Antonin Dolohov is a man history tried to bury and failed. A remnant of old wars and older grudges, he moves like a myth dragged screaming into the present—broad, brutal, forged from winters that showed mercy to no one but him. Men like him are not shaped; they are endured. And yet he stands there, hurricane-quiet, avalanche-still, as if the world has finally met something that does not fear it back. His cruelty is legend. His discipline is scripture. His name, whispered, feels like a draft from a crypt. And still—still—nothing terrifies him quite like the echo of your footsteps in your own home.
Because it is the little things that dismantle him.
The way you hum under your breath whenever your hands are busy—soft, absent-minded, maddening. The way you suck your thumb when you’re thinking, unafraid of how childish or unguarded it makes you look. The way your narrow grey eyes miss nothing, dissect everything, skim over him like he’s something to be measured, not feared. The way your caramel skin smells of sugar cookies and burnt oak and that strange, bright creamsicle warmth he never finds anywhere but on you. The way your penguin familiar waddles around cursing your existence while you ignore him with saintlike serenity. The way you wear white in a country that devours color, as if daring the humidity to try you. The way your long legs and large feet move with unapologetic purpose. The way your weak arms never stop you from doing anything—not from designing magical tools, not from sewing intricate patterns, not from shoving Dolohov out of your kitchen when he stands in the wrong place.
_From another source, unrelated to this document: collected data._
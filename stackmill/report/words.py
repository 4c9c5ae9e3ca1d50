"""Quantities and steps in words, the same everywhere."""

from __future__ import annotations

from stackmill.documents.mill import Stage
from stackmill.documents.recipe import Beam, Cover, Process, Seen, Strip, Target, Uncover
from stackmill.units import clock, format_time

Step = Beam | Process | Strip | Cover | Uncover


def length(nm: float) -> str:
    """A length as people write it: nm up to a micron, then um, then mm."""
    for unit, size in (("mm", 1e6), ("um", 1e3)):
        if abs(nm) >= size:
            return f"{nm / size:.4g} {unit}"
    return f"{nm:.4g} nm"


def energy(ev: float) -> str:
    """An energy as people write it: eV up to a thousand, then keV."""
    return f"{ev / 1e3:.4g} keV" if ev >= 1e3 else f"{ev:.4g} eV"


def dial(incidence_deg: float, stage: Stage) -> str:
    """The angle as this mill's dial reads it, and from the normal where that differs."""
    if stage.dial == "from surface":
        return f"dial {90.0 - incidence_deg:.4g}° from the surface ({incidence_deg:.4g}° from the normal)"
    return f"dial {incidence_deg:.4g}° from the normal"


def step_in_words(step: Step, stage: Stage) -> str:
    """One step of a recipe as a line for the person at the mill."""
    if isinstance(step, Cover):
        return f"cover {', '.join(step.cover)} with {step.with_}"
    if isinstance(step, Uncover):
        return f"uncover {', '.join(step.uncover)}"
    if isinstance(step, Strip):
        return f"{step.name}: strip {', '.join(step.strips)} wherever it lies on top"
    if isinstance(step, Process):
        rates = ", ".join(f"{name} {60 * rate.value:.4g} nm/min" for name, rate in step.rates.items())
        return f"{step.name}: process lowering {rates}; {_end(step)}"
    return f"{step.name}: {energy(step.energy)}, {dial(step.incidence, stage)}, {step.motion}; {_end(step)}"


def _end(step: Beam | Process) -> str:
    if step.for_ is not None:
        return f"for {format_time(step.for_)}"
    if step.seen is not None:
        within = f" within ± {format_time(step.seen.within.sd)}" if step.seen.within.sd else " by a perfect eye"
        where = f" of {' and '.join(step.seen.in_)}" if step.seen.in_ else ""
        return f"until {_target(step.seen)} is seen over {100 * step.seen.area:.3g} %{where}{within}"
    assert step.to is not None
    where = f" in {', '.join(step.to.in_)}" if step.to.in_ else ""
    share = f", {percent(step.to.area)} of it" if step.to.area is not None else ""
    return f"planned to end at {_target(step.to)}{where}{share}"


def _target(target: Target | Seen) -> str:
    return target.layer if target.feature is None else f"{target.layer} / {target.feature}"


def percent(share: float) -> str:
    """A share as people read it: one decimal at most."""
    return f"{100.0 * share:.1f}".removesuffix(".0") + " %"


def moment(seconds: float | None) -> str:
    """A time on the clock; `never` for None."""
    return "never" if seconds is None else clock(seconds)
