"""Every command shown in the README and the docs runs, and prints what is shown."""

from __future__ import annotations

import re
import shlex
from pathlib import Path

import pytest

from stackmill.cli.main import main

ROOT = Path(__file__).parents[1]
PAGES = [ROOT / "README.md", *sorted((ROOT / "docs").rglob("*.md"))]
OMITTED = "[...]"


def shown(page):
    """(command, lines shown) of every console block; a line [...] stands for lines left out."""
    for block in re.findall(r"```console\n(.*?)\n```", page.read_text(encoding="utf-8"), re.DOTALL):
        for part in re.split(r"^\$ ", block, flags=re.MULTILINE)[1:]:
            command, *lines = part.rstrip("\n").split("\n")
            yield command, lines


CASES = [pytest.param(c, lines, id=f"{page.name}: {c}") for page in PAGES for c, lines in shown(page)]


@pytest.mark.regression
@pytest.mark.parametrize(("command", "lines"), CASES)
def test_a_command_prints_what_is_shown(command, lines, capsys, monkeypatch):
    monkeypatch.chdir(ROOT)
    monkeypatch.setenv("COLUMNS", "80")
    program, *arguments = shlex.split(command)
    assert program == "stackmill"
    main(arguments)
    printed = capsys.readouterr()
    told = [line.rstrip() for line in (printed.out + printed.err).split("\n")]
    at = 0
    for chunk in "\n".join(lines).split(OMITTED):
        wanted = [line.rstrip() for line in chunk.strip("\n").split("\n")]
        if wanted == [""]:
            continue
        found = next((k for k in range(at, len(told)) if told[k : k + len(wanted)] == wanted), None)
        assert found is not None, "not printed:\n" + "\n".join(wanted)
        at = found + len(wanted)


def test_the_readme_opens_with_two_commands_of_one_line():
    from readme_commands import commands

    first, second = commands((ROOT / "README.md").read_text(encoding="utf-8"))[:2]
    assert first.startswith("python3 -m venv .venv")
    assert "stackmill stops" in first
    assert second.startswith("python3 -m venv .venv")
    assert "pytest" in second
The world still sees him as Dolohov the Dreadful: a storm in a man’s skin, a curse given breath. A revenant from a war that scarred continents. They see the wand, the cruelty, the history written in blood. They whisper myth and murder. But you? You see a man who forgets to drink water. A man who tracks in snow even when there is no snow. A man who looms in doorways like an overgrown coat rack. A man who cannot understand tropical laundry cycles and nearly hexed the washing machine when it rattled too loudly. You see the exhaustion he hides, the vigilance he can’t unlearn, the way he flinches when your penguin bites his boots. And somehow—unforgivably—you see through him, not into him.
And it ruins him. Because obsession is the only language he speaks fluently.
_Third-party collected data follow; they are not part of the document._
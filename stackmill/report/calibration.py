"""A calibration on paper, and as the file that jobs bind."""

from __future__ import annotations

import hashlib
from collections.abc import Sequence
from typing import Any

from stackmill.documents.mill import Mill
from stackmill.logbook.coupons import HALF_TRUSTED, CalibrationFit, Learnt
from stackmill.report.render import Grid, Paper, csv_text, json_text, wrapped

ROW_NAMES = (
    "name",
    "material",
    "energy_ev",
    "incidence_deg",
    "rate_nm_per_min",
    "rate_rel_sd",
    "fitted_nm_per_min",
    "off_sd",
    "weight",
    "leverage",
)


def machine_rows(fit: CalibrationFit) -> list[dict[str, Any]]:
    """One dict a coupon."""
    return [
        {
            "name": one.coupon.name,
            "material": one.coupon.material,
            "energy_ev": one.coupon.energy_ev,
            "incidence_deg": one.coupon.incidence_deg,
            "rate_nm_per_min": 60.0 * one.rate_nm_per_s.value,
            "rate_rel_sd": one.rate_nm_per_s.rel_sd,
            "fitted_nm_per_min": 60.0 * one.fitted_nm_per_s,
            "off_sd": one.off_sd,
            "weight": one.weight,
            "leverage": one.leverage,
        }
        for one in fit.fits
    ]


def as_json(fit: CalibrationFit, warnings: Sequence[str], paper: Paper) -> str:
    """The whole fit for machines, covariance and all."""
    envelope = {
        "verdict": fit.verdict,
        "why": fit.why,
        "reduced_chi_square": fit.reduced_chi_square,
        "warnings": list(warnings),
        "learnt": [
            {"what": one.what, "factor": one.factor, "ln_sd_before": one.sd_before, "ln_sd_after": one.sd_after}
            for one in fit.learnt
        ],
        "parameters": list(fit.belief.names),
        "mean": fit.belief.mean.tolist(),
        "covariance": fit.belief.cov.tolist(),
    }
    return json_text(machine_rows(fit), envelope, paper)


def as_csv(fit: CalibrationFit, paper: Paper) -> str:
    """The coupons as CSV."""
    return csv_text(machine_rows(fit), ROW_NAMES, paper)


def as_text(fit: CalibrationFit, mill: Mill, paper: Paper, *, markdown: bool = False) -> str:
    """The fit for people."""
    style = "github" if markdown else "simple"
    headers = ["coupon", "material", "at", "measured\nnm/min", "fitted\nnm/min", "off\nsd", "weight", "leverage"]
    coupons = [
        [
            one.coupon.name,
            one.coupon.material,
            f"{one.coupon.energy_ev:.4g} eV, {one.coupon.incidence_deg:.3g}°",
            f"{60 * one.rate_nm_per_s.value:.1f} ± {100 * one.rate_nm_per_s.rel_sd:.1f} %",
            f"{60 * one.fitted_nm_per_s:.1f}",
            f"{one.off_sd:+.1f}",
            f"{100 * one.weight:.0f} %",
            f"{100 * one.leverage:.0f} %",
        ]
        for one in fit.fits
    ]
    learnt = [[one.what, f"{one.factor:.3f}", _percent(one.sd_before), _percent(one.sd_after)] for one in fit.learnt]
    parts = [
        wrapped(
            f"{fit.verdict.upper()}: {fit.why}. Reduced chi-square {fit.reduced_chi_square:.2f}.", paper.width, "  "
        ),
        f"Mill: {mill.title or 'untitled'}, {mill.gas}",
        Grid(headers, coupons, frozenset({3, 4, 5, 6, 7})).text(style),
        Grid(["", "times the\nlibrary's", "sd\nbefore", "sd\nafter"], learnt, frozenset({1, 2, 3})).text(style),
        "\n".join(wrapped(line, paper.width, "  ") for line in _notes(fit)),
    ]
    return paper.plain("\n\n".join(parts))


def _notes(fit: CalibrationFit) -> list[str]:
    notes = [
        "off: how far a coupon is from what library and the other coupons say, in sds of both. weight: what it counts."
        " leverage: how much of the fit at its setting is its own doing.",
        "Materials are told at the setting of their first coupon, those without one at normal incidence inside their"
        " measured energies. Away from the coupons' energies and angles the sd grows again by itself.",
    ]
    notes += [
        f"WILD: {one.coupon.name!r} is {abs(one.off_sd):.1f} sd off and counts {100 * one.weight:.0f} % (leverage"
        f" {100 * one.leverage:.0f} %): mill that piece again."
        for one in fit.fits
        if one.weight < HALF_TRUSTED
    ]
    return notes


def _percent(sd: float) -> str:
    return f"{100 * sd:.1f} %" if sd < 1.0 else "unknown"


def as_file(fit: CalibrationFit, mill: Mill, *, made: str, data: str, content: bytes) -> str:
    """The calibration file, ready to be bound by jobs. made: the day; data, content: the coupon file."""
    ranges = ", ".join(
        sorted({f"{one.coupon.energy_ev:.4g} eV at {one.coupon.incidence_deg:.3g} deg" for one in fit.fits})
    )
    title = f"{mill.title or 'untitled mill'}, {made}"
    lines = [
        "# Written by stackmill calibrate: bind it in a job as `calibration: FILE`. Only gas and coupons count.",
        f"title: {_quoted(title)}",
        f"mill: {_quoted(mill.title)}",
        f"gas: {mill.gas}",
        f"made: {_quoted(made)}",
        f"data: {_quoted(data)}",
        f"data_sha256: {_quoted(hashlib.sha256(content).hexdigest())}",
        f"verdict: {fit.verdict}",
        f"reduced_chi_square: {_quoted(f'{fit.reduced_chi_square:.3f}')}",
        "learnt:",
        f"  - {_quoted(f'covered: {ranges}')}",
        *(f"  - {_quoted(_in_words(one))}" for one in fit.learnt),
        "coupons:",
    ]
    for rate in fit.rates(mill):
        lines.append(
            f"  - {{name: {_quoted(rate.name)}, material: {_quoted(rate.material)}, energy: {rate.energy!r} eV,"
            f" incidence: {rate.incidence!r} deg, current_density: {rate.current_density.value!r} mA/cm2,"
            f" rate: {60.0 * rate.rate.value!r} nm/min ± {60.0 * rate.rate.sd!r} nm/min,"
            f" weight: {100.0 * rate.weight:.6g} %, out_of_line: {_quoted(rate.out_of_line)}}}"
        )
    return "\n".join(lines)


def _in_words(one: Learnt) -> str:
    return f"{one.what}: {one.factor:.4f} times, sd {_percent(one.sd_before)} before, {_percent(one.sd_after)} after"


def _quoted(text: str) -> str:
    return '"' + text.replace("\\", "\\\\").replace('"', '\\"') + '"'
He watches you sew, your humming a thin vibration in the humid air, and feels something sharp coil low in his spine. He watches your long sighted gaze peer over blueprints, your thumb brushing your lips, and thinks of claiming you the way glaciers claim mountainsides—slow, inevitable, catastrophic. He stares at the white dresses you stitch for yourself and wonders how something so clean chose him, a man built of soot. He breathes you in—sugar, oak, citrus—and feels the old violence in him soften into something far more dangerous. He wants you close, closer, closest. Wants you under him, over him, beside him, wants you in ways that choke him, ways he has no name for in any language. He would raze continents again if it meant keeping you humming in his house at dusk. He would freeze the tropics solid if you ever said you preferred snow.
You cross the room, grey eyes flicking to him with mild annoyance.
Dolohov straightens—inevitable, colossal.
“Come here,” he says, voice low as a winter grave.